I was experimenting with beam search decoding of an acoustic model trained with CTC loss trained on an automatic speech recognition task. The version I was using was based on this paper. However, even though many sources describe integration of similar word level language model as beneficial to word error rate performance, in my case, the integration of LM worsened the results.

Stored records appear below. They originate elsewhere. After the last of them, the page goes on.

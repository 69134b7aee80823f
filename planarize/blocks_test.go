package planarize

import (
	"fmt"
	"runtime/debug"
	"testing"

	"github.com/gridwood/gridwood/internal/graphgen"
)

// edgeUnion is a union-find over edge indices for the reference partitions.
type edgeUnion []int32

func newEdgeUnion(m int) edgeUnion {
	u := make(edgeUnion, m)
	for i := range u {
		u[i] = int32(i)
	}
	return u
}

func (u edgeUnion) find(x int32) int32 {
	for u[x] != x {
		x = u[x]
	}
	return x
}

func (u edgeUnion) union(a, b int32) { u[u.find(a)] = u.find(b) }

// componentsWithout labels the components of G - skip (skip = -1 deletes
// nothing); the deleted vertex gets label -1.
func componentsWithout(n int, edges [][2]int32, skip int32) []int32 {
	parent := make([]int32, n)
	for v := range parent {
		parent[v] = int32(v)
	}
	var find func(int32) int32
	find = func(x int32) int32 {
		for parent[x] != x {
			x = parent[x]
		}
		return x
	}
	for _, e := range edges {
		if e[0] != skip && e[1] != skip {
			parent[find(e[0])] = find(e[1])
		}
	}
	label := make([]int32, n)
	for v := range label {
		label[v] = find(int32(v))
	}
	if skip >= 0 {
		label[skip] = -1
	}
	return label
}

// blocksByCutVertices is a brute-force block partition. Two distinct edges
// e and f lie in one block exactly when they are connected and no vertex v
// separates them, that is, all ends of e and f other than v stay in one
// component of G - v. (Blocks and cut vertices form a tree, the block graph,
// in which the path between two blocks runs through the cut vertices that
// separate them; R. Diestel, Graph Theory, 5th ed., Lemma 3.1.4; from
// memory.) It deletes every vertex in turn and compares all pairs of edges:
// O(n m (n + m) + m^2 n), fine for small graphs.
func blocksByCutVertices(n int, edges [][2]int32) []int32 {
	m := len(edges)
	whole := componentsWithout(n, edges, -1)
	without := make([][]int32, n)
	for v := range n {
		without[v] = componentsWithout(n, edges, int32(v))
	}
	u := newEdgeUnion(m)
	for i := range m {
		for j := i + 1; j < m; j++ {
			e, f := edges[i], edges[j]
			same := whole[e[0]] == whole[f[0]]
			for v := range int32(n) {
				if !same {
					break
				}
				c := int32(-1)
				for _, x := range [4]int32{e[0], e[1], f[0], f[1]} {
					if x == v {
						continue
					}
					if c < 0 {
						c = without[v][x]
					} else if without[v][x] != c {
						same = false
					}
				}
			}
			if same {
				u.union(int32(i), int32(j))
			}
		}
	}
	label := make([]int32, m)
	for i := range label {
		label[i] = u.find(int32(i))
	}
	return label
}

// blocksByCycles is a second brute-force block partition: two edges lie in
// one block exactly when they are equal or lie on a common cycle (H.
// Whitney, "Non-separable and planar graphs", Trans. AMS 34 (1932); from
// memory). It lists every simple cycle by depth-first search from its
// smallest vertex and merges the edges of each, so it is exponential: use
// it only for n <= 6.
func blocksByCycles(n int, edges [][2]int32) []int32 {
	id := make([][]int32, n)
	for v := range id {
		id[v] = make([]int32, n)
		for w := range id[v] {
			id[v][w] = -1
		}
	}
	for i, e := range edges {
		id[e[0]][e[1]], id[e[1]][e[0]] = int32(i), int32(i)
	}
	u := newEdgeUnion(len(edges))
	onPath := make([]bool, n)
	var path []int32 // edge indices of the current path from s
	var extend func(s, v int32)
	extend = func(s, v int32) { // depth at most n <= 6
		for w := s; int(w) < n; w++ {
			e := id[v][w]
			if e < 0 {
				continue
			}
			if w == s && len(path) >= 2 {
				for _, f := range path {
					u.union(f, e)
				}
				continue
			}
			if w == s || onPath[w] {
				continue
			}
			onPath[w] = true
			path = append(path, e)
			extend(s, w)
			path = path[:len(path)-1]
			onPath[w] = false
		}
	}
	for s := range int32(n) {
		onPath[s] = true
		extend(s, s)
		onPath[s] = false
	}
	label := make([]int32, len(edges))
	for i := range label {
		label[i] = u.find(int32(i))
	}
	return label
}

// samePartition reports why the labelling got (with count classes) does not
// induce the same partition of the edges as want, or "" if it does.
func samePartition(got []int32, count int, want []int32) string {
	if len(got) != len(want) {
		return fmt.Sprintf("%d labels for %d edges", len(got), len(want))
	}
	g2w := map[int32]int32{}
	w2g := map[int32]int32{}
	for i := range got {
		if got[i] < 0 || int(got[i]) >= count {
			return fmt.Sprintf("edge %d has label %d outside [0,%d)", i, got[i], count)
		}
		if w, ok := g2w[got[i]]; ok && w != want[i] {
			return fmt.Sprintf("edge %d shares block %d with edges of another true block", i, got[i])
		}
		if g, ok := w2g[want[i]]; ok && g != got[i] {
			return fmt.Sprintf("edge %d is split from its true block (labels %d and %d)", i, g, got[i])
		}
		g2w[got[i]], w2g[want[i]] = want[i], got[i]
	}
	if len(g2w) != count {
		return fmt.Sprintf("count is %d but %d labels are used", count, len(g2w))
	}
	return ""
}

// TestBlocksAllSmallGraphs compares Blocks with both brute-force references
// on every labelled graph with at most 6 vertices.
func TestBlocksAllSmallGraphs(t *testing.T) {
	for n := 0; n <= 6; n++ {
		failures := 0
		graphgen.AllSimpleGraphs(n, func(edges [][2]int32) {
			if failures > 3 {
				return
			}
			got, count := Blocks(n, edges)
			if why := samePartition(got, count, blocksByCutVertices(n, edges)); why != "" {
				t.Errorf("n=%d %v: against the cut-vertex reference: %s", n, edges, why)
				failures++
			}
			if why := samePartition(got, count, blocksByCycles(n, edges)); why != "" {
				t.Errorf("n=%d %v: against the cycle reference: %s", n, edges, why)
				failures++
			}
		})
	}
}

// TestBlocksRandom compares Blocks with the cut-vertex reference on random
// graphs, many of them disconnected or with isolated vertices.
func TestBlocksRandom(t *testing.T) {
	for n := 1; n <= 14; n++ {
		for seed := range uint64(30) {
			m := int(seed) * n * 2 / 30
			g := graphgen.RandomGnm(n, m, seed)
			got, count := Blocks(g.N, g.Edges)
			if why := samePartition(got, count, blocksByCutVertices(g.N, g.Edges)); why != "" {
				t.Errorf("%s %v: %s", g.Name, g.Edges, why)
			}
		}
	}
	// Sparse graphs with many bridges and cut vertices: a tree plus a few
	// chords.
	for seed := range uint64(40) {
		tree := graphgen.RandomTree(25, seed)
		chords := graphgen.RandomGnm(25, 1+int(seed%5), seed)
		simple, _ := Simplify(25, append(tree.Edges, chords.Edges...))
		got, count := Blocks(25, simple)
		if why := samePartition(got, count, blocksByCutVertices(25, simple)); why != "" {
			t.Errorf("tree+chords seed %d %v: %s", seed, simple, why)
		}
	}
}

// TestBlockCounts checks block counts known by hand.
func TestBlockCounts(t *testing.T) {
	bowtie := graphgen.Graph{N: 5, Name: "two-triangles-at-a-vertex", Edges: [][2]int32{{0, 1}, {1, 2}, {2, 0}, {2, 3}, {3, 4}, {4, 2}}}
	dumbbell := graphgen.Graph{N: 6, Name: "triangles-joined-by-a-bridge", Edges: [][2]int32{{0, 1}, {1, 2}, {2, 0}, {2, 3}, {3, 4}, {4, 5}, {5, 3}}}
	tests := []struct {
		g    graphgen.Graph
		want int
	}{
		// Every edge of a tree is a bridge and so a block of its own: k
		// blocks for k edges (Diestel 3.1; from memory).
		{graphgen.Path(2), 1},
		{graphgen.Path(50), 49},
		{graphgen.Star(30), 30},
		{graphgen.RandomTree(1000, 4), 999},
		{graphgen.RandomTree(2, 4), 1},
		{graphgen.DisjointUnion(graphgen.RandomTree(40, 1), graphgen.RandomTree(60, 2)), 39 + 59},
		// Cycles, complete graphs, wheels, grids and the Petersen graph are
		// 2-connected: one block (common practice).
		{graphgen.Cycle(3), 1},
		{graphgen.Cycle(100), 1},
		{graphgen.Complete(6), 1},
		{graphgen.Wheel(8), 1},
		{graphgen.Grid(20, 30), 1},
		{graphgen.Petersen(), 1},
		{graphgen.RandomTriangulation(500, 3), 1},
		// A shared cut vertex separates the two triangles; a bridge is a
		// block of its own (by the definition of a block).
		{bowtie, 2},
		{graphgen.Relabel(bowtie, 2), 2},
		{dumbbell, 3},
		{graphgen.DisjointUnion(graphgen.Complete(4), graphgen.Complete(4), graphgen.Path(1)), 2},
		{graphgen.Graph{N: 7, Name: "isolated"}, 0},
		{graphgen.Graph{Name: "empty"}, 0},
	}
	for _, tt := range tests {
		block, count := Blocks(tt.g.N, tt.g.Edges)
		if count != tt.want {
			t.Errorf("%s: %d blocks, want %d", tt.g.Name, count, tt.want)
		}
		if len(block) != len(tt.g.Edges) {
			t.Errorf("%s: %d labels for %d edges", tt.g.Name, len(block), len(tt.g.Edges))
		}
	}
}

// TestBlocksHuge runs Blocks on a path and a star of 10^6 edges with the
// goroutine stack capped at 16 MiB, so a recursive search would overflow
// (RULES.md: iterative DFS). Each edge of a tree is its own block.
func TestBlocksHuge(t *testing.T) {
	if testing.Short() {
		t.Skip("10^6-edge inputs skipped in -short")
	}
	old := debug.SetMaxStack(16 << 20)
	defer debug.SetMaxStack(old)
	for _, g := range []graphgen.Graph{graphgen.Path(1000001), graphgen.Star(1000000), graphgen.Cycle(1000000)} {
		block, count := Blocks(g.N, g.Edges)
		want := len(g.Edges)
		if g.N == len(g.Edges) { // the cycle
			want = 1
		}
		if count != want {
			t.Errorf("%s: %d blocks, want %d", g.Name, count, want)
			continue
		}
		used := make([]bool, count)
		for _, b := range block {
			if b < 0 || int(b) >= count {
				t.Fatalf("%s: label %d outside [0,%d)", g.Name, b, count)
			}
			used[b] = true
		}
		for b, u := range used {
			if !u {
				t.Errorf("%s: block %d has no edge", g.Name, b)
				break
			}
		}
	}
}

It actually does not surprise me too much, because the language model scores only prefixes with finished words at the end, and scoring means multiplying the probability of the prefix by the LM probability, which decreases the probability of the whole prefix. This way, probability of prefixes that end with a word from a vocabulary is systematically decreased by the language model, while the prefixes that do not end with a complete word yet are not scored by the LM at all. At each time step, the prefixes ending with complete words seem to be discarted due to the lowered score, while the incomplete prefixes survive in the beam.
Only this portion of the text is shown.